(Data entries)
____________________
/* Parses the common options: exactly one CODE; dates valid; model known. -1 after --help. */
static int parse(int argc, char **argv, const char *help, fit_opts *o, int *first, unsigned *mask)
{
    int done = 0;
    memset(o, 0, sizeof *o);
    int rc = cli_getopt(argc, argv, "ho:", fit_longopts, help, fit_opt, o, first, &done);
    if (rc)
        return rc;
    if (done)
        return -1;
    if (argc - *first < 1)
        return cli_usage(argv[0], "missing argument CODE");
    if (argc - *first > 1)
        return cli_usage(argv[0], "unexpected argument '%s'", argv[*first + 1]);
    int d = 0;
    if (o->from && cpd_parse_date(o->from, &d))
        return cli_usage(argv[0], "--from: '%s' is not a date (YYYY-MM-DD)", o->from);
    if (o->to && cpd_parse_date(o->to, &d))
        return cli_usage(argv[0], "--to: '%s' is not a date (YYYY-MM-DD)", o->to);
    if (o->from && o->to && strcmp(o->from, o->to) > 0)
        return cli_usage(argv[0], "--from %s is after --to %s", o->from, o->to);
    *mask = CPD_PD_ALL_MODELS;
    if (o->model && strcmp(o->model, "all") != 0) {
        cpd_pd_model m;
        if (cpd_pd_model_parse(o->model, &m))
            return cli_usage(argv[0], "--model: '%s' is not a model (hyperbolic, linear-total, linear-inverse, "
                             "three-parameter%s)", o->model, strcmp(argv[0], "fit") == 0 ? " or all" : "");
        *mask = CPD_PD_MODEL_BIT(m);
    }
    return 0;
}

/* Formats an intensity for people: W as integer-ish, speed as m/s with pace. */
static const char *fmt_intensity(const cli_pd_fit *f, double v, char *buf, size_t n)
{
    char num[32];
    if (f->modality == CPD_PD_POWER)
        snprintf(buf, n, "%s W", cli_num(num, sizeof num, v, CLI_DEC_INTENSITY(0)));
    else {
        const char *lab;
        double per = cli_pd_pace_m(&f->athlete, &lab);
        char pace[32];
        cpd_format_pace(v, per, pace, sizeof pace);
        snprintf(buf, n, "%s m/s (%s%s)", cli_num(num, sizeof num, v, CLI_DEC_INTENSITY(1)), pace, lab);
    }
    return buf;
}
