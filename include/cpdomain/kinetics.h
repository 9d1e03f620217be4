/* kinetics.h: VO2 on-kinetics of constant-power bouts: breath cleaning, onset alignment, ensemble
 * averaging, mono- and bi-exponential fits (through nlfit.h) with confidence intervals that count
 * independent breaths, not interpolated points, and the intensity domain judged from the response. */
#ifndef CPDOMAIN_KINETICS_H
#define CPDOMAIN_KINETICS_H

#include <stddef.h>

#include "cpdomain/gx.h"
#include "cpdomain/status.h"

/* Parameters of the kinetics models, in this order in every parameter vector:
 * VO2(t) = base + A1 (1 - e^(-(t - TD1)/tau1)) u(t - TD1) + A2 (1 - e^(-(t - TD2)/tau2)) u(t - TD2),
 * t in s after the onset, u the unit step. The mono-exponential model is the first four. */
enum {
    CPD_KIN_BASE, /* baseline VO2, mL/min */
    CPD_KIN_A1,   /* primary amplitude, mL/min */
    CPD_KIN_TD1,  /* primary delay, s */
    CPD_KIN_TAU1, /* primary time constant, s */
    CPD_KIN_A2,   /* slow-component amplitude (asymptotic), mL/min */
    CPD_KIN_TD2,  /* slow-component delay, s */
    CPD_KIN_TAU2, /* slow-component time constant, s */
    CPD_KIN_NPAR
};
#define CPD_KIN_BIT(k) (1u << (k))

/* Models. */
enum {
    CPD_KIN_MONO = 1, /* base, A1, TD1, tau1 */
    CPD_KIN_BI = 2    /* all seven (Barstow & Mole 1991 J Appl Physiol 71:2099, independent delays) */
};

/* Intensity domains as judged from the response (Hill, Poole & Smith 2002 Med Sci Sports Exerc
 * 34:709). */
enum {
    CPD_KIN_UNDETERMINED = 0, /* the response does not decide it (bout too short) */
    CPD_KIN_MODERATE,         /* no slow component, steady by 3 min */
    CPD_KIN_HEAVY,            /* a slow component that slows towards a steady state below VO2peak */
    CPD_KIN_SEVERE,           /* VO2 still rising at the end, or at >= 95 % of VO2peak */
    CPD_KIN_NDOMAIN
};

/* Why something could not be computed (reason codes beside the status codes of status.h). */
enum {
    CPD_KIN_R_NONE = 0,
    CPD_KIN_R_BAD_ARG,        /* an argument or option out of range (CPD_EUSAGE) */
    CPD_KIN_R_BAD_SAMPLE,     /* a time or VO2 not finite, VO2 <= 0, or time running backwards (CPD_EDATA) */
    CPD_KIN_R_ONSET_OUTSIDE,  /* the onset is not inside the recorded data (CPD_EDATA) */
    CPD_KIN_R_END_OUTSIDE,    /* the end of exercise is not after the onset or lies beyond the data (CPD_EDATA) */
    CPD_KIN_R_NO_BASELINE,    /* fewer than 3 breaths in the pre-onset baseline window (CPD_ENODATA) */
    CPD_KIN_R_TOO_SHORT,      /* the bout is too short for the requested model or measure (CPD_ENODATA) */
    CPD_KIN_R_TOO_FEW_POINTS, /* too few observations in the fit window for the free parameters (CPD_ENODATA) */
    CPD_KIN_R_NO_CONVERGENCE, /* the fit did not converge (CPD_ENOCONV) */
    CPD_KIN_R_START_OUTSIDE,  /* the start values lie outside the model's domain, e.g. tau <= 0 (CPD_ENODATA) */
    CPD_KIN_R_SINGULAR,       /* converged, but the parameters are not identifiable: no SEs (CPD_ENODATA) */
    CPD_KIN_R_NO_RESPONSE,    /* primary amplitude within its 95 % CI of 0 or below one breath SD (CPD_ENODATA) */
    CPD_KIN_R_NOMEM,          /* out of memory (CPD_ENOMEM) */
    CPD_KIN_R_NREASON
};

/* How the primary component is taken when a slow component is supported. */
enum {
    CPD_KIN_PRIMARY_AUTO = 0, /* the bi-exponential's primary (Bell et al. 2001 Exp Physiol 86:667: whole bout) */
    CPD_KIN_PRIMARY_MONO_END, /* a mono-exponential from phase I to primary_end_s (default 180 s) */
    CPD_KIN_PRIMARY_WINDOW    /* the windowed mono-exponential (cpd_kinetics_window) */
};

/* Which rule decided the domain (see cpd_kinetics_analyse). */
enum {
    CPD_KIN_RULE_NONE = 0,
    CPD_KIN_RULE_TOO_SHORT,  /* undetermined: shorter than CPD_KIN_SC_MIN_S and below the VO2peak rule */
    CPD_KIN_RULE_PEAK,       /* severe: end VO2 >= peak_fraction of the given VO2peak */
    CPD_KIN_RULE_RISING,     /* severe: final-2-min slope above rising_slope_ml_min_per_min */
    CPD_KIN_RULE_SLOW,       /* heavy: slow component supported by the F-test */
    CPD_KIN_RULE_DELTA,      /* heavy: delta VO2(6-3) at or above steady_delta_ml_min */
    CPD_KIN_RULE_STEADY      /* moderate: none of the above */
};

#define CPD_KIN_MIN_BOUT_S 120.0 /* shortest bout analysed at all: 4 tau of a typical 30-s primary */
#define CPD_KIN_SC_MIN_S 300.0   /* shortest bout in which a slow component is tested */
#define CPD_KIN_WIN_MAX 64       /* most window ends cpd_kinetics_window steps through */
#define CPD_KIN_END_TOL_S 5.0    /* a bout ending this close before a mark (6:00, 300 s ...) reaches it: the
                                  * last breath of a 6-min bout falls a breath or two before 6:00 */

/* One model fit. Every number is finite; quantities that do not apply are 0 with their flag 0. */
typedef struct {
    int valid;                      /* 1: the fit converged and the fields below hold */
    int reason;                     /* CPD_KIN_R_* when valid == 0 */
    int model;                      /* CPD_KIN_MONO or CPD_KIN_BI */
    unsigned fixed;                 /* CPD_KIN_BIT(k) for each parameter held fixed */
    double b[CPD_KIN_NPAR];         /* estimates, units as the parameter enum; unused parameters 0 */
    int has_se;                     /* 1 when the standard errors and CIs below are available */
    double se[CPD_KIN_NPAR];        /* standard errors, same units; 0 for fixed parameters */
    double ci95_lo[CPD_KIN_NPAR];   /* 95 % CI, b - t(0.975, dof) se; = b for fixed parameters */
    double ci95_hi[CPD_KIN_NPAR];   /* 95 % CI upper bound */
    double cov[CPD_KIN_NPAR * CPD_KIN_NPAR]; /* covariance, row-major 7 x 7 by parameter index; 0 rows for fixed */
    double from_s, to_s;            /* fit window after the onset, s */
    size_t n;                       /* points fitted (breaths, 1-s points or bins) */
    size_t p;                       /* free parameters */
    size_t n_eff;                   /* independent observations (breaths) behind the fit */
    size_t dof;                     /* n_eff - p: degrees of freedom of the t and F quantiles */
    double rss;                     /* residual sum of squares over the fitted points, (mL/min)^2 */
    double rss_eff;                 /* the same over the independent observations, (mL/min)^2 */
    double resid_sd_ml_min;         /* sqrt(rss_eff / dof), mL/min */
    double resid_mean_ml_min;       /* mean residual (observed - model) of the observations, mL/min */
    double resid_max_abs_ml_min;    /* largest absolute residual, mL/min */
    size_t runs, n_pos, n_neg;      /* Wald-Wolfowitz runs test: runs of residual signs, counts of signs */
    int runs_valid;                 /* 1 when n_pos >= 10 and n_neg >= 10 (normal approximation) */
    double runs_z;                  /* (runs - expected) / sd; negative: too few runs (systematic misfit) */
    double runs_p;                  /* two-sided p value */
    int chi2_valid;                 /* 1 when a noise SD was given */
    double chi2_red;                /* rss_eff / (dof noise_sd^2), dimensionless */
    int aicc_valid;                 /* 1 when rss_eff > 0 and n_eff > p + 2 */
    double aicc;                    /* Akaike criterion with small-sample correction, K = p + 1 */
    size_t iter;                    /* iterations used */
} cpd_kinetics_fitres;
____________________
- **Goal of the exercise**
Word for word, restate the lines from the one holding "iterations used */" to the last line of the records.

- **Answer area**
    size_t iter;                    /* iterations used */
} cpd_kinetics_fitres;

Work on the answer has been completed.